PROBLEM TO WORK ON: Spot each line in the data below containing "testing" and copy it.

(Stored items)
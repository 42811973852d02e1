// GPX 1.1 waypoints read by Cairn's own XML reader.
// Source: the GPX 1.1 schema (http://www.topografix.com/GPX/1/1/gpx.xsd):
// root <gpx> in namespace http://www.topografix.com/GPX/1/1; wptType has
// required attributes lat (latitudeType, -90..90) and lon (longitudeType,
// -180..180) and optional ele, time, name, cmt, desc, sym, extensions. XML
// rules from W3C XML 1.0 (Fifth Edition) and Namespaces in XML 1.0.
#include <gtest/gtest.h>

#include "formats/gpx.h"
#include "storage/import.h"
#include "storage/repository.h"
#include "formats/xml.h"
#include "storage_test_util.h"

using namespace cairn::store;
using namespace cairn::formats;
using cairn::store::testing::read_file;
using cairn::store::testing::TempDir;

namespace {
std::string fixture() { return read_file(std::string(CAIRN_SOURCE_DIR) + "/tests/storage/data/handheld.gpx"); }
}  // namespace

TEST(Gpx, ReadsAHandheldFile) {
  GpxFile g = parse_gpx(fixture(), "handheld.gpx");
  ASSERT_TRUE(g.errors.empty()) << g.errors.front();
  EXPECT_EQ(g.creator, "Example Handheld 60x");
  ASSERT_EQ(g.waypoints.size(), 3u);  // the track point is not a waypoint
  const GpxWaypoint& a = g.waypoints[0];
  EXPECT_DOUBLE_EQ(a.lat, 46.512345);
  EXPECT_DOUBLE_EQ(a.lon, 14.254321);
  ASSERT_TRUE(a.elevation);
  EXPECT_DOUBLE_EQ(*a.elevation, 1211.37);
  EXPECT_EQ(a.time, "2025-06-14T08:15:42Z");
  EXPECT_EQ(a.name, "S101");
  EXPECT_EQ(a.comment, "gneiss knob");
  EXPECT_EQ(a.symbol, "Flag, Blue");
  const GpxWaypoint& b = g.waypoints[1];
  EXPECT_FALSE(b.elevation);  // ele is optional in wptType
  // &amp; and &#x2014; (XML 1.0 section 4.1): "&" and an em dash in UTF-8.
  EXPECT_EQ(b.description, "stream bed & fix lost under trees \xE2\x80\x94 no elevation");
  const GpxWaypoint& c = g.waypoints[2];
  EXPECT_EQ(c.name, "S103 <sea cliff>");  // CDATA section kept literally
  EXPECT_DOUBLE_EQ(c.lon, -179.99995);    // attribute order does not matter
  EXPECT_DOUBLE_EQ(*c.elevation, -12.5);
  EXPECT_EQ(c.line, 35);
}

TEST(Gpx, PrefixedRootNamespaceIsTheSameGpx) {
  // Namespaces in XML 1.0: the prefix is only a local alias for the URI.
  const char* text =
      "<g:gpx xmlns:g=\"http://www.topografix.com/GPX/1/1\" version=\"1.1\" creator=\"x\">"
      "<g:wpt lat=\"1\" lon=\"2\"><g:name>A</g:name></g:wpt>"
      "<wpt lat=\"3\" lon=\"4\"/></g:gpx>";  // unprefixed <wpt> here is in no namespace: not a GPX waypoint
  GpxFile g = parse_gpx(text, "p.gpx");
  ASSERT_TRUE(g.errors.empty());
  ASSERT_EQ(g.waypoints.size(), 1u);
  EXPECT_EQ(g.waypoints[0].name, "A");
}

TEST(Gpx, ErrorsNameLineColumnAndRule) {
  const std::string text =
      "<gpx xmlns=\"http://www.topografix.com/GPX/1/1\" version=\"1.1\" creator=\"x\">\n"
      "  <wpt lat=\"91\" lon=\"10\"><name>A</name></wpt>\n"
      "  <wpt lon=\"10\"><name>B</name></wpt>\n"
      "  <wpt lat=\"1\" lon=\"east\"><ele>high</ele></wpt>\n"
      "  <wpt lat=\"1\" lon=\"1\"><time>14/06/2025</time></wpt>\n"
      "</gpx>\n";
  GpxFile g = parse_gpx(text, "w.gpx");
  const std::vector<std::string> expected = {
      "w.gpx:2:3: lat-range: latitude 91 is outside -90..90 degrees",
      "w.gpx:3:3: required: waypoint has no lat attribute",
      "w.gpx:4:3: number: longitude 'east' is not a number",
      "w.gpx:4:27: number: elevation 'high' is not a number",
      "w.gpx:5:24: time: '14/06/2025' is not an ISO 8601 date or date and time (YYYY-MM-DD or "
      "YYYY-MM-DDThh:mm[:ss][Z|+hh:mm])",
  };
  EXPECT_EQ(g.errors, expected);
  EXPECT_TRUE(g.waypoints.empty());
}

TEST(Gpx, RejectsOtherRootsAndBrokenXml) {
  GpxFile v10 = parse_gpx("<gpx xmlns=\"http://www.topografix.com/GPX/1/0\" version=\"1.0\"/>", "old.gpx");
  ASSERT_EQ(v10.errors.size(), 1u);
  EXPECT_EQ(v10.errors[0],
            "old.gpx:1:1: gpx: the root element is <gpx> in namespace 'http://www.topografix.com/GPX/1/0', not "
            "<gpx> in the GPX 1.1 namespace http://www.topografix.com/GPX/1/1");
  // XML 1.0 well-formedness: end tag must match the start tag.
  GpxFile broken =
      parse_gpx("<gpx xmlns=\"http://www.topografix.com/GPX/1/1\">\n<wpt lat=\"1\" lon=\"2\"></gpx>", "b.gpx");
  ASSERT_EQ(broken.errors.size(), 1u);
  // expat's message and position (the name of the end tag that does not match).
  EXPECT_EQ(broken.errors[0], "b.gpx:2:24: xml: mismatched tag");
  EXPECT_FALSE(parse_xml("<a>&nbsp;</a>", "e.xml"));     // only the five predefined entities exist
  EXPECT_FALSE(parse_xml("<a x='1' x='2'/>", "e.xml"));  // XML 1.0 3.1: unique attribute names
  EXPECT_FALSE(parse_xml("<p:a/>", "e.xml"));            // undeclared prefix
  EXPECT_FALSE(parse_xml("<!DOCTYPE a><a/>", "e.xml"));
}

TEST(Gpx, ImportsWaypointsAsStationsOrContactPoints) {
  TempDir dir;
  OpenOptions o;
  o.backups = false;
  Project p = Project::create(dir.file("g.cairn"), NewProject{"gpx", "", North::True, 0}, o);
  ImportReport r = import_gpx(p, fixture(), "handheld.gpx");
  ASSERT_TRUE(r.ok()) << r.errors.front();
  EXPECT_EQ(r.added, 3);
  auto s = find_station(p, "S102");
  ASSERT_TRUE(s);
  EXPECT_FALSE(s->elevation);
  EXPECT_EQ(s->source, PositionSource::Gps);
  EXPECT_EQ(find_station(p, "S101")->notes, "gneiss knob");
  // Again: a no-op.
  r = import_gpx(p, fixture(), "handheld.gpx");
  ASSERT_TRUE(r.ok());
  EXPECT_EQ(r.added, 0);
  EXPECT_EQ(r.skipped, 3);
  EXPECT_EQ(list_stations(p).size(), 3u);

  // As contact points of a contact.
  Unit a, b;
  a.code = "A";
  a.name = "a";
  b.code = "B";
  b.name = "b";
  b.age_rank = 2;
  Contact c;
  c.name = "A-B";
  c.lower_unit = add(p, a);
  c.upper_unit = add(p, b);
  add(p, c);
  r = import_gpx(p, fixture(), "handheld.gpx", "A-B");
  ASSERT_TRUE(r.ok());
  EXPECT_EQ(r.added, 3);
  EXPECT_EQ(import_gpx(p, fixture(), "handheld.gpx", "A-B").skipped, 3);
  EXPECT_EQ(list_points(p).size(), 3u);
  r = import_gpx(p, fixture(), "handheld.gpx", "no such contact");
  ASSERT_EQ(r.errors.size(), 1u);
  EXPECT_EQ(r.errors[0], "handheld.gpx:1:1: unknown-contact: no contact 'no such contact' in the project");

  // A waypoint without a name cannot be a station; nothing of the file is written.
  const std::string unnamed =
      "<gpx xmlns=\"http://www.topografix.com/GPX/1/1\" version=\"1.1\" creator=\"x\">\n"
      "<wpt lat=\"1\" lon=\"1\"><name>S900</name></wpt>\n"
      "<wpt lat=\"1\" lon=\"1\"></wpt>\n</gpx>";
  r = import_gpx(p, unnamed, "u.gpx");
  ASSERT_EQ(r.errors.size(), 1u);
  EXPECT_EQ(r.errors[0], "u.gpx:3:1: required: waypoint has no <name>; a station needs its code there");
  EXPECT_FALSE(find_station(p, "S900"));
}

ANSWER BOX:
using cairn::store::testing::read_file;
using cairn::store::testing::TempDir;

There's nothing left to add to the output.